> [Exercise prompt]:
Give the data again exactly, from its opening line through the line in which "DEMO, signedIn, type" appears.

> [Dataset entries]:

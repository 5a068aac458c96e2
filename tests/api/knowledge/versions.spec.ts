import { describe, expect, it } from 'vitest'
import { ApiClient, DEMO, signedIn, type ApiResponse } from '../helpers'

interface Version { id: number; status: string; createdAt: string; createdBy: string | null; publishedAt: string | null; label: string }
interface Job { state: string; progress: number; result: any; error: string | null }

async function settled(client: ApiClient, id: string, timeoutMs = 60_000): Promise<Job> {
  const until = Date.now() + timeoutMs
  let last: Job | undefined
  while (Date.now() < until) {
    last = (await client.get<Job>(`/api/jobs/${id}`)).body
    if (last.state === 'done' || last.state === 'failed') return last
    await new Promise((resolve) => setTimeout(resolve, 250))
  }
  throw new Error(`job ${id} did not finish: ${JSON.stringify(last)}`)
}

const published = async (client: ApiClient) => (await client.get<Version[]>('/api/knowledge-base/versions')).body.find((v) => v.status === 'published')!

describe('knowledge-base versions and bundles', () => {
  it('lists the organisation\'s versions to engineers and admins only', async () => {
    expect((await new ApiClient().get('/api/knowledge-base/versions')).status).toBe(401)
    for (const who of [DEMO.tech, DEMO.trainer]) expect((await (await signedIn(who)).get('/api/knowledge-base/versions')).status).toBe(403)
    for (const who of [DEMO.engineer, DEMO.admin]) {
      const res = await (await signedIn(who)).get<Version[]>('/api/knowledge-base/versions')
      expect(res.status).toBe(200)
      const current = res.body.filter((v) => v.status === 'published')
      expect(current).toHaveLength(1)
      expect(current[0]).toMatchObject({ id: expect.any(Number), createdAt: expect.any(String), publishedAt: expect.any(String) })
      expect(res.body.every((v) => ['draft', 'in-review', 'published', 'retired'].includes(v.status))).toBe(true)
    }
  })

  it('exports a version as a bundle and imports it back as a new draft', async () => {
    const engineer = await signedIn(DEMO.engineer)
    const current = await published(engineer)
    const bundle = await engineer.get(`/api/knowledge-base/versions/${current.id}/bundle`)
    expect(bundle.status).toBe(200)
    expect(bundle.body).toMatchObject({ format: 'rimecase-knowledge-base', formatVersion: 1, exportedFrom: { versionId: current.id, status: 'published' } })
    expect(bundle.body.rules.length).toBeGreaterThan(10)

    const imported = await engineer.post('/api/knowledge-base/bundles', { ...bundle.body, label: 'Round trip copy' })
    expect(imported.status).toBe(201)
    expect(imported.body).toEqual({ id: expect.any(Number), status: 'draft' })
    const listed = (await engineer.get<Version[]>('/api/knowledge-base/versions')).body.find((v) => v.id === imported.body.id)
    expect(listed).toMatchObject({ status: 'draft', label: 'Round trip copy', createdBy: expect.any(String), publishedAt: null })
    // The copy exports to the same content.
    const again = (await engineer.get(`/api/knowledge-base/versions/${imported.body.id}/bundle`)).body
    expect({ causes: again.causes, tests: again.tests, rules: again.rules }).toEqual({ causes: bundle.body.causes, tests: bundle.body.tests, rules: bundle.body.rules })
  })

  it('refuses a malformed bundle with field errors and creates nothing', async () => {
    const engineer = await signedIn(DEMO.engineer)
    const current = await published(engineer)
    const bundle = (await engineer.get(`/api/knowledge-base/versions/${current.id}/bundle`)).body
    const before = (await engineer.get<Version[]>('/api/knowledge-base/versions')).body.length
    const broken = structuredClone(bundle)
    broken.rules[0].event.params.likelihoods.healthy = 7
    broken.rules[1].conditions = { all: [{ fact: 'no.such.fact', operator: 'equal', value: true }] }
    const refused: ApiResponse<any> = await engineer.post('/api/knowledge-base/bundles', broken)
    expect(refused.status).toBe(400)
    const fields = Object.keys(refused.body.data.fieldErrors)
    expect(fields).toContain('rules.0.event.params.likelihoods.healthy')
    expect(fields.some((f) => f.startsWith('rules.1.conditions'))).toBe(true)
    for (const body of [{}, { ...bundle, format: 'another' }, 'not json at all', { ...bundle, causes: bundle.causes.slice(1) }]) {
      // Text that is not JSON is sent as JSON: text of another type is refused by its type (415).
      const res = typeof body === 'string'
        ? await engineer.request('POST', '/api/knowledge-base/bundles', body, { headers: { 'content-type': 'application/json' } })
        : await engineer.post('/api/knowledge-base/bundles', body)
      expect(res.status, JSON.stringify(res.body).slice(0, 200)).toBe(400)
      expect(res.body.data.fieldErrors).toBeTruthy()
    }
    expect((await engineer.get<Version[]>('/api/knowledge-base/versions')).body.length).toBe(before)
    expect((await (await signedIn(DEMO.tech)).post('/api/knowledge-base/bundles', bundle)).status).toBe(403)
  })

  it('answers 404 for a version that is not the organisation\'s', async () => {
    const engineer = await signedIn(DEMO.engineer)
    expect((await engineer.get('/api/knowledge-base/versions/999999/bundle')).status).toBe(404)
    expect((await engineer.post('/api/knowledge-base/versions/999999/impact')).status).toBe(404)
    expect((await engineer.get('/api/knowledge-base/versions/abc/bundle')).status).toBe(400)
  })
})

describe('impact of a version on past cases', () => {
  it('gives a re-imported copy of the published version exactly the published figures', async () => {
    const engineer = await signedIn(DEMO.engineer)
    const current = await published(engineer)
    const bundle = (await engineer.get(`/api/knowledge-base/versions/${current.id}/bundle`)).body
    const copy = (await engineer.post('/api/knowledge-base/bundles', { ...bundle, label: 'Copy for impact' })).body.id as number
    const started = await engineer.post(`/api/knowledge-base/versions/${copy}/impact`)
    expect(started.status).toBe(202)
    expect(started.body).toEqual({ jobId: expect.any(String) })
    const job = await settled(engineer, started.body.jobId)
    expect(job.state, job.error ?? '').toBe('done')
    expect(job.progress).toBe(1)
    const result = job.result
    // The demo history has closed cases with confirmed causes.
    expect(result.cases).toBeGreaterThan(10)
    expect(result.candidate).toEqual(result.published)
    expect(result.changedFirst).toEqual([])
    expect(result.candidate.top1).toBeGreaterThanOrEqual(0)
    expect(result.candidate.top3).toBeGreaterThanOrEqual(result.candidate.top1)
    expect(result.candidate.top3).toBeLessThanOrEqual(1)
    expect(result.confusion.reduce((n: number, r: { cases: number }) => n + r.cases, 0)).toBeGreaterThanOrEqual(result.cases)
    // Only engineers and admins start it.
    expect((await (await signedIn(DEMO.trainer)).post(`/api/knowledge-base/versions/${copy}/impact`)).status).toBe(403)
  })
})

> [Answer section]:
repository 5a068aac458c96e2
filename tests/api/knowledge/versions.spec.ts
import { describe, expect, it } from 'vitest'
import { ApiClient, DEMO, signedIn, type ApiResponse } from '../helpers'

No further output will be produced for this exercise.